#### [PROBLEM REQUIREMENTS]
Show each line of the data below in which "PutUpKind" occurs.

━━━ MATERIAL FOR THIS TASK

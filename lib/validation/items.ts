// The catalogue's schemas: one item shape for casings, cures, spices and other ingredients, with
// each category's own attributes held in shape by resolveItem(), which also fills the defaults
// (hank length, casing capacity from the trade table, storage, lot tracking) and converts each
// purchase pack to the stock unit exactly. Client-safe: forms, actions, routes and lib/data share it.
import { z } from "zod";
import { CASING_KINDS, CASING_STORAGE, ITEM_CATEGORIES, PUT_UPS, STOCK_UNITS, type ItemCategory, type StockUnit } from "../../db/types";
import { defaultCapacityKg } from "../casing/capacity";
import { SALTS, type Salt } from "../cure/limits";
import { defaultStorage, HANK_METRES, isNaturalCasing, PUT_UP_KINDS, PUT_UP_LABELS, putUpFits, type CasingKind, type CasingStorage, type PutUpKind } from "../casing/put-ups";
import {
  assertItemUnits, dec, findGlobalUnit, isDecimalString, isUnitError, isUnitFor, normaliseUnitName, plain, toStockUnits, toStoredQuantity,
  type ItemUnits,
} from "../units";
import { decimalString } from "./common";

const UUID = /^[0-9a-f]{8}-[0-9a-f]{4}-[0-9a-f]{4}-[0-9a-f]{4}-[0-9a-f]{12}$/i;
export const isUuid = (s: string) => UUID.test(s);

const positive = (schema: z.ZodString) => schema.refine((s) => dec(s).gt(0), { error: "Must be more than 0." });

// ---------------------------------------------------------------------------------------------
// Fields

/** Letters, digits, dot, dash and underscore: it travels in URLs (/api/items/HOG-32-35). Kept as typed. */
export const sku = z
  .string({ error: "Enter the SKU." })
  .trim()
  .min(1, "Enter the SKU.")
  .max(40, "At most 40 characters.")
  .regex(/^[A-Za-z0-9][A-Za-z0-9._-]*$/, "Use letters, digits, dots, dashes or underscores, e.g. HOG-32-35.")
  .refine((s) => !isUuid(s), { error: "An SKU cannot look like an id (a UUID)." });

const name = z.string({ error: "Enter the item's name." }).trim().min(1, "Enter the item's name.").max(120, "At most 120 characters.");
const category = z.enum(ITEM_CATEGORIES, { error: "Choose a category: casing, cure, spice or ingredient." });
const unit = z.enum(STOCK_UNITS, { error: "Choose the stock unit: g, m, ml or pc." });
const flag = z.boolean({ error: "Send true or false." });

/** mm, NUMERIC(8,2) */
const calibre = positive(decimalString({ scale: 2 })).refine((s) => dec(s).lt(1000), { error: "A calibre is under 1000 mm." });
/** a fraction of the cure's mass from its label, NUMERIC(10,8): 6.25 % is "0.0625" */
const fraction = decimalString({ scale: 8 }).refine((s) => dec(s).lte(1), { error: "A fraction from 0 to 1: 6.25 % is 0.0625." });
/** which salt the label names: potassium nitrite converts differently from sodium (trade-facts §2) */
const salt = z.enum(SALTS, { error: "Choose the salt as printed on the label: sodium or potassium." });
/** NUMERIC(30,12) */
const positive12 = positive(decimalString({ scale: 12 }));

export const packInput = z.object({
  name: z.string({ error: "Name the pack, e.g. \"25 lb pail\"." }).trim().min(1, "Name the pack, e.g. \"25 lb pail\".").max(60, "At most 60 characters."),
  quantity: positive12,
  unit: z.string({ error: "Enter the unit the pack's size is in, e.g. lb." }).trim().min(1, "Enter the unit the pack's size is in, e.g. lb.").max(30, "At most 30 characters."),
});
export type PackInput = z.infer<typeof packInput>;

const packs = z.array(packInput, { error: "Send the packs as a list." }).max(20, "At most 20 packs.");

const casingKind = z.enum(CASING_KINDS, { error: "Choose the casing: natural_hog, natural_sheep, natural_beef, collagen, fibrous or cellulose." });
const putUp = z.enum(PUT_UPS, { error: "Choose the put-up: hank, beef_set, tubed_strand, stick or box." });
const storage = z.enum(CASING_STORAGE, { error: "Choose the storage: salted, brine or dry." });
const form = z.string({ error: "Describe the form as text, e.g. ground." }).trim().max(60, "At most 60 characters.");

const attributeFields = {
  // casings
  casingKind,
  calibreMinMm: calibre,
  calibreMaxMm: calibre,
  putUp,
  putUpMetres: positive12,
  capacityKgPerPutUp: positive12,
  storage,
  // cures
  nitriteFraction: fraction,
  nitrateFraction: fraction,
  nitriteSalt: salt,
  nitrateSalt: salt,
  // spices and other ingredients
  form,
  densityGPerMl: positive12,
};

const draftShape = {
  sku,
  name,
  category,
  unit,
  trackLots: flag.optional(),
  trackDates: flag.optional(),
  packs: packs.optional(),
  casingKind: attributeFields.casingKind.optional(),
  calibreMinMm: attributeFields.calibreMinMm.optional(),
  calibreMaxMm: attributeFields.calibreMaxMm.optional(),
  putUp: attributeFields.putUp.optional(),
  putUpMetres: attributeFields.putUpMetres.optional(),
  capacityKgPerPutUp: attributeFields.capacityKgPerPutUp.optional(),
  storage: attributeFields.storage.optional(),
  nitriteFraction: attributeFields.nitriteFraction.optional(),
  nitrateFraction: attributeFields.nitrateFraction.optional(),
  nitriteSalt: attributeFields.nitriteSalt.optional(),
  nitrateSalt: attributeFields.nitrateSalt.optional(),
  form: attributeFields.form.optional(),
  densityGPerMl: attributeFields.densityGPerMl.optional(),
};

/** An item as a person describes it: the create body, and the whole item a PATCH merges into. */
export type ItemDraft = z.output<z.ZodObject<typeof draftShape>>;

/**
 * POST /api/items. Cross-field rules and defaults: resolveItem(), run on the fields that parsed
 * (a field already refused is not blamed again, nor are the fields it would drag along).
 */
export const itemCreateInput = z.object(draftShape).superRefine((draft, ctx) => {
  const failed = new Set(ctx.issues.map((i) => String(i.path?.[0] ?? "")));
  if (failed.has("category") || failed.has("unit") || failed.has("")) return;
  const d: Record<string, unknown> = { ...draft };
  for (const f of failed) delete d[f];
  const r = resolveItem(d as ItemDraft);
  if (r.ok) return;
  for (const [path, messages] of Object.entries(r.fields)) {
    if (failed.has(path.split(".")[0]!)) continue;
    for (const message of messages) ctx.addIssue({ code: "custom", message, path: path.split(".").map((p) => (/^\d+$/.test(p) ? Number(p) : p)) });
  }
});

/**
 * PATCH /api/items/{id}: any field; null clears an optional attribute (a cleared put-up length,
 * capacity or cure salt takes its default again). `packs` replaces every pack. `archived` hides the item.
 * The merged item is checked as a whole (mergeItemPatch, then resolveItem).
 */
export const itemPatchInput = z
  .object({
    sku,
    name,
    category,
    unit,
    trackLots: flag,
    trackDates: flag,
    packs,
    casingKind: attributeFields.casingKind.nullable(),
    calibreMinMm: attributeFields.calibreMinMm.nullable(),
    calibreMaxMm: attributeFields.calibreMaxMm.nullable(),
    putUp: attributeFields.putUp.nullable(),
    putUpMetres: attributeFields.putUpMetres.nullable(),
    capacityKgPerPutUp: attributeFields.capacityKgPerPutUp.nullable(),
    storage: attributeFields.storage.nullable(),
    nitriteFraction: attributeFields.nitriteFraction.nullable(),
    nitrateFraction: attributeFields.nitrateFraction.nullable(),
    nitriteSalt: attributeFields.nitriteSalt.nullable(),
    nitrateSalt: attributeFields.nitrateSalt.nullable(),
    form: attributeFields.form.nullable(),
    densityGPerMl: attributeFields.densityGPerMl.nullable(),
    archived: flag,
  })
  .partial();
export type ItemPatch = z.infer<typeof itemPatchInput>;

/** GET /api/items query. */
export const itemListQuery = z.object({
  category: category.optional(),
  q: z.string().trim().max(100, "At most 100 characters.").optional(),
  archived: z.enum(["true", "false"], { error: "Send true or false." }).optional(),
});

// ---------------------------------------------------------------------------------------------
// The whole item: rules per category, defaults, packs in stock units

const CASING_FIELDS = ["casingKind", "calibreMinMm", "calibreMaxMm", "putUp", "putUpMetres", "capacityKgPerPutUp", "storage"] as const;
const CURE_FIELDS = ["nitriteFraction", "nitrateFraction", "nitriteSalt", "nitrateSalt"] as const;
const INGREDIENT_FIELDS = ["form", "densityGPerMl"] as const;
type AttributeField = (typeof CASING_FIELDS)[number] | (typeof CURE_FIELDS)[number] | (typeof INGREDIENT_FIELDS)[number];

/** Which attribute fields belong to a category. */
export const ATTRIBUTE_FIELDS: Readonly<Record<ItemCategory, readonly AttributeField[]>> = {
  casing: CASING_FIELDS,
  cure: CURE_FIELDS,
  spice: INGREDIENT_FIELDS,
  ingredient: INGREDIENT_FIELDS,
};
const ALL_ATTRIBUTE_FIELDS: readonly AttributeField[] = [...CASING_FIELDS, ...CURE_FIELDS, ...INGREDIENT_FIELDS];

const ONLY_FOR: Record<AttributeField, string> = {
  casingKind: "Only for casings.",
  calibreMinMm: "Only for casings.",
  calibreMaxMm: "Only for casings.",
  putUp: "Only for casings.",
  putUpMetres: "Only for casings.",
  capacityKgPerPutUp: "Only for casings.",
  storage: "Only for casings.",
  nitriteFraction: "Only for cures.",
  nitrateFraction: "Only for cures.",
  nitriteSalt: "Only for cures.",
  nitrateSalt: "Only for cures.",
  form: "Only for spices and ingredients.",
  densityGPerMl: "Only for spices and ingredients (cure is planned and recorded by mass only).",
};

export interface ResolvedCasing {
  kind: CasingKind;
  calibreMinMm: string;
  calibreMaxMm: string;
  putUp: PutUpKind | null;
  putUpMetres: string | null;
  capacityKgPerPutUp: string | null;
  storage: CasingStorage;
}

export interface ResolvedPack extends PackInput {
  /** the pack's size in the item's stock unit, exact then rounded half-even to NUMERIC(30,12) */
  stockQuantity: string;
}

/** An item with every default filled in, ready to store. Decimals are plain strings. */
export interface ResolvedItem {
  sku: string;
  name: string;
  category: ItemCategory;
  stockUnit: StockUnit;
  trackLots: boolean;
  trackDates: boolean;
  casing: ResolvedCasing | null;
  /** the salts default to sodium, the common cure (trade-facts §1), unless the label says potassium */
  cure: { nitriteFraction: string; nitrateFraction: string; nitriteSalt: Salt; nitrateSalt: Salt } | null;
  form: string | null;
  densityGPerMl: string | null;
  packs: ResolvedPack[];
  itemUnits: ItemUnits;
}

export type ResolveResult = { ok: true; item: ResolvedItem } | { ok: false; fields: Record<string, string[]> };

/**
 * Checks an item as a whole and fills its defaults. Every problem is named by its field's dotted
 * path ("packs.0.unit"), so a form or a 422 can point at it.
 */
export function resolveItem(d: ItemDraft): ResolveResult {
  const fields: Record<string, string[]> = {};
  const fail = (path: string, message: string) => void (fields[path] ??= []).push(message);

  for (const f of ALL_ATTRIBUTE_FIELDS) {
    if (d[f] !== undefined && d[f] !== "" && !ATTRIBUTE_FIELDS[d.category].includes(f)) fail(f, ONLY_FOR[f]);
  }

  // lots and dates: on unless switched off; dates are kept per lot
  let trackLots = d.trackLots ?? true;
  let trackDates = d.trackDates ?? trackLots;
  if (d.category === "cure") {
    // cure is always traceable to the supplier's lot and date (trade-facts §5, §9)
    if (d.trackLots === false) fail("trackLots", "Cure lots are always tracked.");
    if (d.trackDates === false) fail("trackDates", "Cure dates are always tracked.");
    trackLots = trackDates = true;
  } else if (trackDates && !trackLots) {
    fail("trackDates", "Dates are kept per lot: turn on lot tracking too.");
  }

  let casing: ResolvedCasing | null = null;
  let cure: ResolvedItem["cure"] = null;
  let form: string | null = null;
  let densityGPerMl: string | null = null;

  if (d.category === "casing") {
    casing = resolveCasing(d, fail);
  } else if (d.category === "cure") {
    if (d.unit !== "g") fail("unit", "Cure is stocked and planned by mass only: use g.");
    if (d.nitriteFraction === undefined) fail("nitriteFraction", "Enter the nitrite fraction from the label (6.25 % is 0.0625; 0 if none).");
    if (d.nitrateFraction === undefined) fail("nitrateFraction", "Enter the nitrate fraction from the label (4 % is 0.04; 0 if none).");
    if (d.nitriteFraction !== undefined && d.nitrateFraction !== undefined) {
      const sum = dec(d.nitriteFraction).plus(d.nitrateFraction);
      if (sum.isZero()) fail("nitriteFraction", "A cure carries nitrite or nitrate: both cannot be 0.");
      else if (sum.gt(1)) fail("nitrateFraction", "Nitrite and nitrate together cannot be more than the whole cure (1).");
      else {
        cure = {
          nitriteFraction: plain(d.nitriteFraction), nitrateFraction: plain(d.nitrateFraction),
          nitriteSalt: d.nitriteSalt ?? "sodium", nitrateSalt: d.nitrateSalt ?? "sodium",
        };
      }
    }
  } else {
    form = d.form ? d.form : null;
    densityGPerMl = d.densityGPerMl !== undefined ? plain(d.densityGPerMl) : null;
  }

  const base: ItemUnits = {
    stockUnit: d.unit,
    putUp: casing?.putUp && casing.putUpMetres ? { name: casing.putUp, metres: casing.putUpMetres } : null,
    densityGPerMl,
    packs: [],
  };
  const resolvedPacks = resolvePacks(d.packs ?? [], base, fail);
  const itemUnits: ItemUnits = { ...base, packs: resolvedPacks.map((p) => ({ name: p.name, quantity: p.quantity, unit: p.unit })) };
  if (Object.keys(fields).length === 0) {
    // the units module's own check of the whole description, as a last guard
    try {
      assertItemUnits(itemUnits);
    } catch (e) {
      if (!isUnitError(e)) throw e;
      fail(d.packs?.length ? "packs" : "unit", e.message);
    }
  }
  if (Object.keys(fields).length) return { ok: false, fields };
  return {
    ok: true,
    item: {
      sku: d.sku,
      name: d.name,
      category: d.category,
      stockUnit: d.unit,
      trackLots,
      trackDates,
      casing,
      cure,
      form,
      densityGPerMl,
      packs: resolvedPacks,
      itemUnits,
    },
  };
}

━━━━━━

#### [REPLY]
import { defaultStorage, HANK_METRES, isNaturalCasing, PUT_UP_KINDS, PUT_UP_LABELS, putUpFits, type CasingKind, type CasingStorage, type PutUpKind } from "../casing/put-ups";
  putUp: PutUpKind | null;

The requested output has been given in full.